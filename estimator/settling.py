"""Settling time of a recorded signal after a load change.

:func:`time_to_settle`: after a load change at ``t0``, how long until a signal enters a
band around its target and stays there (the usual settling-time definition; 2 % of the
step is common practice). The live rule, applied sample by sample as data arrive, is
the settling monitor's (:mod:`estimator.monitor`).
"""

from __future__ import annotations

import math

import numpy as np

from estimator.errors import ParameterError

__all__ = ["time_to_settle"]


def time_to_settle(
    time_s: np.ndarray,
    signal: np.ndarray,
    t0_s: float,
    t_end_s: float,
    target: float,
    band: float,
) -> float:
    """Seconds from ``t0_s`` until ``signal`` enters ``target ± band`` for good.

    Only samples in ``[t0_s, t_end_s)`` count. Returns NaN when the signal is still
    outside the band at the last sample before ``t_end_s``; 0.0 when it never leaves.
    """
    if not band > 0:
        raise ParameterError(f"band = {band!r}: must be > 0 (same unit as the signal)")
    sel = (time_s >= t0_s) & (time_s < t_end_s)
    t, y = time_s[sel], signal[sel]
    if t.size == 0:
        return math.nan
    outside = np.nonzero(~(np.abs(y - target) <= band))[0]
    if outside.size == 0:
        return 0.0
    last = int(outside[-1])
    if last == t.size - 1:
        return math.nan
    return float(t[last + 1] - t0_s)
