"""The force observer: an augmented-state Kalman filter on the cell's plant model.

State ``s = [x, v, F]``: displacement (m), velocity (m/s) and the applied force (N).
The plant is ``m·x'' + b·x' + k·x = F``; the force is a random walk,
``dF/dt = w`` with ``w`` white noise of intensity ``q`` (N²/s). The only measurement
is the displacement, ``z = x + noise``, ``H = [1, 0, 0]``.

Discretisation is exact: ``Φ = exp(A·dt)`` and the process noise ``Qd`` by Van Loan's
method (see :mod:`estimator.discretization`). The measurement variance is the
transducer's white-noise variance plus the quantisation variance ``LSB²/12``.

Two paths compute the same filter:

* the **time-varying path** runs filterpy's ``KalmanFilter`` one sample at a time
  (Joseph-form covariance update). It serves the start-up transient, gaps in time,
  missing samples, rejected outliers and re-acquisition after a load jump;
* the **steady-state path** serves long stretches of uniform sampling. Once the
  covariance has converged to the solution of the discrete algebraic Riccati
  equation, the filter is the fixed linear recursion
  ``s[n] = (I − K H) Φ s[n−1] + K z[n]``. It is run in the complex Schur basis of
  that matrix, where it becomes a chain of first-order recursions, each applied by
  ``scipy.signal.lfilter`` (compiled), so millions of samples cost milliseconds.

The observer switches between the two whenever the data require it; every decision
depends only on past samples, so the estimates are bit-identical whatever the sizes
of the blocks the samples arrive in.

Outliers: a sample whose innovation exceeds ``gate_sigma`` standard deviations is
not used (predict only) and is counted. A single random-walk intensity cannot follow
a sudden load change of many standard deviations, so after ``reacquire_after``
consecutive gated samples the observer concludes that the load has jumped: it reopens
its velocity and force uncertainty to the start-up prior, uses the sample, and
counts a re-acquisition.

---

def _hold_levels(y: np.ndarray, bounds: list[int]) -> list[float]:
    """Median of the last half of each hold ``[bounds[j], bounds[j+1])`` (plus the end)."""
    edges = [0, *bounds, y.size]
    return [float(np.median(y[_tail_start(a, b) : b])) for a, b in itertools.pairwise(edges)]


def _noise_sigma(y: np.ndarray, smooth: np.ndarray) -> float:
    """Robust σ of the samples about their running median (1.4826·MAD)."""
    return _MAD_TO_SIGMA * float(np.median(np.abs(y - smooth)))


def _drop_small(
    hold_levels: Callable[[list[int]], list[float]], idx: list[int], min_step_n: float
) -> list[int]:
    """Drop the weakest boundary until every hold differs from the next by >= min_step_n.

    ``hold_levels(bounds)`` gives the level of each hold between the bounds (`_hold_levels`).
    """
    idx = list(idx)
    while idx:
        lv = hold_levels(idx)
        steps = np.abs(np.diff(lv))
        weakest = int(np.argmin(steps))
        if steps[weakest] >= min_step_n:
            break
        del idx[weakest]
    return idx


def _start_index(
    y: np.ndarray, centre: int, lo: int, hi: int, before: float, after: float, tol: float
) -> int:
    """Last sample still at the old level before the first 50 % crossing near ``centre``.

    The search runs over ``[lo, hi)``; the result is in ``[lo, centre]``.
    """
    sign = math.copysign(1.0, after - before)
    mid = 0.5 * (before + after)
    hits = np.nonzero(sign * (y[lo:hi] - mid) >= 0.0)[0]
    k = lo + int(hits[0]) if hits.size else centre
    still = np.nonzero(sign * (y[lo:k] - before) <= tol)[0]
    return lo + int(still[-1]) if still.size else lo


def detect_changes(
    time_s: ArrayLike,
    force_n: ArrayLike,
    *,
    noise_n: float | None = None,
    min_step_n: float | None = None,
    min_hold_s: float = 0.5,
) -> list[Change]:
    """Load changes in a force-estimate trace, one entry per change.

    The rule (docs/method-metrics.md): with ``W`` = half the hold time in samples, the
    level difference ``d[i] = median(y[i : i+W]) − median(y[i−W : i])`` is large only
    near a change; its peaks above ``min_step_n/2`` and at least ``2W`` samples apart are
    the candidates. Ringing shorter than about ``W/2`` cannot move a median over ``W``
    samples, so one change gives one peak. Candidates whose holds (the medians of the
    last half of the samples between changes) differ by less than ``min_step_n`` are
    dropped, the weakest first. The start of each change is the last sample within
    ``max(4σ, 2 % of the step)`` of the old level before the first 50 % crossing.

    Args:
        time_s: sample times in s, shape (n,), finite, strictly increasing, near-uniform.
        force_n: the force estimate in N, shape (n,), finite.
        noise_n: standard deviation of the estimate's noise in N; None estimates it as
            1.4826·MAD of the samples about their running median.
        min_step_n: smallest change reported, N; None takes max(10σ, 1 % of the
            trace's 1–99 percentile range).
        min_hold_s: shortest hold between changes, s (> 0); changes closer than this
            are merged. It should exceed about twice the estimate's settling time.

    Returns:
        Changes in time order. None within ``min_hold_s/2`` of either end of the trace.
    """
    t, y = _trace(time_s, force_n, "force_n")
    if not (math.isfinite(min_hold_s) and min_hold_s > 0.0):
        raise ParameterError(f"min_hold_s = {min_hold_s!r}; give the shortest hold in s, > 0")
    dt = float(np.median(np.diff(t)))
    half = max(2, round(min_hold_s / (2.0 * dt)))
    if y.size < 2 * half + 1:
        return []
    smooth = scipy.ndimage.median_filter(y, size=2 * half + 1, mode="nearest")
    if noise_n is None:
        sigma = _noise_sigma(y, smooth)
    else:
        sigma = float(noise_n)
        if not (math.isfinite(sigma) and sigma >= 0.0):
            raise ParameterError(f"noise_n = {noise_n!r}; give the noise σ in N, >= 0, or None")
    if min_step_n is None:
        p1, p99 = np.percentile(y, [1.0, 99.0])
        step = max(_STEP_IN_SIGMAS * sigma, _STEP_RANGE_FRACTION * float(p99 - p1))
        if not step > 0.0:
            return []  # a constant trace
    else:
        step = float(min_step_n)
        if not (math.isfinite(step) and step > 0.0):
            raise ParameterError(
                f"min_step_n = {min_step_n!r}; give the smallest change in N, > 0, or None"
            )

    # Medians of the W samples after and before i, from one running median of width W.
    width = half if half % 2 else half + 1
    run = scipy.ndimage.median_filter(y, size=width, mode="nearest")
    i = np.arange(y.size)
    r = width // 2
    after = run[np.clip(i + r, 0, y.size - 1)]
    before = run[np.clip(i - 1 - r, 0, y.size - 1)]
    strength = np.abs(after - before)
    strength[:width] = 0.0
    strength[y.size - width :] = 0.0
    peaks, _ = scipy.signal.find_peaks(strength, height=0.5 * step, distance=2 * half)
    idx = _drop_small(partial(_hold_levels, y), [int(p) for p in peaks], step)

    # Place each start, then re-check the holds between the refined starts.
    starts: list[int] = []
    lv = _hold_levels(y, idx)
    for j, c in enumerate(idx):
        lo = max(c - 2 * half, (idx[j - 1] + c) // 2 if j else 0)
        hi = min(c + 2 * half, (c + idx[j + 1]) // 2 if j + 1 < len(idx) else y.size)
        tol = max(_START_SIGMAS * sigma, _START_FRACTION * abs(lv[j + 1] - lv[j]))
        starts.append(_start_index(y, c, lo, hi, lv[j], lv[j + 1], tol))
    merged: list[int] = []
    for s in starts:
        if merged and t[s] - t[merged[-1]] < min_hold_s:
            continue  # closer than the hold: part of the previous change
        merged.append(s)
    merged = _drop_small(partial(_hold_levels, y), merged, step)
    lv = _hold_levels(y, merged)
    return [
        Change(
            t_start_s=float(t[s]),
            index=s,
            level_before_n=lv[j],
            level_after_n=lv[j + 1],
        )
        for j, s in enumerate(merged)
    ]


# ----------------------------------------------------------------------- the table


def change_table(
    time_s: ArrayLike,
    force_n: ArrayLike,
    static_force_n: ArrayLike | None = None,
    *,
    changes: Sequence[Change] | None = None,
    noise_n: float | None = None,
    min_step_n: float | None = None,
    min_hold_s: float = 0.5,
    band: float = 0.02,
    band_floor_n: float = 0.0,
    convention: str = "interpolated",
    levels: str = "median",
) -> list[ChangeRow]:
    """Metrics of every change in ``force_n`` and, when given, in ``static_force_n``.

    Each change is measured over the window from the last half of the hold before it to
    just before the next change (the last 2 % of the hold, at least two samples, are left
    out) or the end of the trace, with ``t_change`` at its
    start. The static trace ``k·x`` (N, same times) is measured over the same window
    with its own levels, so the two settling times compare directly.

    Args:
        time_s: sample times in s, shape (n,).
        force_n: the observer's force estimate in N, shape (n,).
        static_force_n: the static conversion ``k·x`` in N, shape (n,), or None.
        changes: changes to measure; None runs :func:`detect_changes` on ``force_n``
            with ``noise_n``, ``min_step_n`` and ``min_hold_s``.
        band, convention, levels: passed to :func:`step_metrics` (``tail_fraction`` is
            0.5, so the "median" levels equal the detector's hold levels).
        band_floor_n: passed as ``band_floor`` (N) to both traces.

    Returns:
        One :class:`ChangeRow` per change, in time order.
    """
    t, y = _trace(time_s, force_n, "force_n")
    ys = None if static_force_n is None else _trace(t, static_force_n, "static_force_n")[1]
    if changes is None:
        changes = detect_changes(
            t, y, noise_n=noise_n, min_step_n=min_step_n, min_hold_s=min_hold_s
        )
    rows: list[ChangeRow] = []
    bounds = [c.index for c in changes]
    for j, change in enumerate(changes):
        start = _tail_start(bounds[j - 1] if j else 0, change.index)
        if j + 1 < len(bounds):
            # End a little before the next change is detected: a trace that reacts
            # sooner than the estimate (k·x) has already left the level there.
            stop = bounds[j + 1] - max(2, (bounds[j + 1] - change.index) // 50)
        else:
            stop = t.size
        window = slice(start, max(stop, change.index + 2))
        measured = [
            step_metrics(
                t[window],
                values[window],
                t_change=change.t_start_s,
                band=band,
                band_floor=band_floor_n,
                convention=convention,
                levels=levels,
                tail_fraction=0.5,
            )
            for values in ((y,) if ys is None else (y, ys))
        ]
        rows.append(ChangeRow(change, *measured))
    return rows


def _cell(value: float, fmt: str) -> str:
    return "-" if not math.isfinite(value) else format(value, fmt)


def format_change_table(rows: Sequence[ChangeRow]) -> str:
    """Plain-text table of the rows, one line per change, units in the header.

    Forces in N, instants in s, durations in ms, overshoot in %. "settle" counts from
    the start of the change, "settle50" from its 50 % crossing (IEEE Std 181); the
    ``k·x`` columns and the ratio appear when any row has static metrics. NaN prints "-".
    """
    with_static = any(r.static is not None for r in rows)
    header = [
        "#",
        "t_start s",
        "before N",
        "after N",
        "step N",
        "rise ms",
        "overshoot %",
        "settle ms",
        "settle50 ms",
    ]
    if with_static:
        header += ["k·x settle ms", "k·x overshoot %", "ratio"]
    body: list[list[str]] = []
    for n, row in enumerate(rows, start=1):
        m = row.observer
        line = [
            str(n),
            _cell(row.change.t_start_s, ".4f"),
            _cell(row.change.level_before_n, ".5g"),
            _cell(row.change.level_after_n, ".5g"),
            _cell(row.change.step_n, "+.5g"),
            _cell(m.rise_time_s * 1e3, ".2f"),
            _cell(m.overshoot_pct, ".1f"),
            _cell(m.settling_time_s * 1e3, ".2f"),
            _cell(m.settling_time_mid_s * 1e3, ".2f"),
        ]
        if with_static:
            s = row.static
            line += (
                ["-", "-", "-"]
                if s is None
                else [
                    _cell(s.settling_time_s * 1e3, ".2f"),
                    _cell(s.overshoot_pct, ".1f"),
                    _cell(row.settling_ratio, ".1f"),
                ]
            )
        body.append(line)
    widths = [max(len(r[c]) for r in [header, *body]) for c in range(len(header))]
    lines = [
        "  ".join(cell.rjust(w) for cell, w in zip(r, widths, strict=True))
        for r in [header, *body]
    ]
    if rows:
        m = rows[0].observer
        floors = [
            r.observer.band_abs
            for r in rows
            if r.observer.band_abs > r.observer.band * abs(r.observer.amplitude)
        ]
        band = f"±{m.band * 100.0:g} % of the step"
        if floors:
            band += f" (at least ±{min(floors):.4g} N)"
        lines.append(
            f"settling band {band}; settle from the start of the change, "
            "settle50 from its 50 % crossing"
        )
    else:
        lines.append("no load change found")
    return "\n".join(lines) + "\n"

WHAT IS EXPECTED ▸ Reproduce exactly the lines of the records above from the one with "starts: list[int] = []" to the one with "merged.append(s)", both included, and leave out everything else.

ANSWER BOX ▸
    starts: list[int] = []
    lv = _hold_levels(y, idx)
    for j, c in enumerate(idx):
        lo = max(c - 2 * half, (idx[j - 1] + c) // 2 if j else 0)
        hi = min(c + 2 * half, (c + idx[j + 1]) // 2 if j + 1 < len(idx) else y.size)
        tol = max(_START_SIGMAS * sigma, _START_FRACTION * abs(lv[j + 1] - lv[j]))
        starts.append(_start_index(y, c, lo, hi, lv[j], lv[j + 1], tol))
    merged: list[int] = []
    for s in starts:
        if merged and t[s] - t[merged[-1]] < min_hold_s:
            continue  # closer than the hold: part of the previous change
        merged.append(s)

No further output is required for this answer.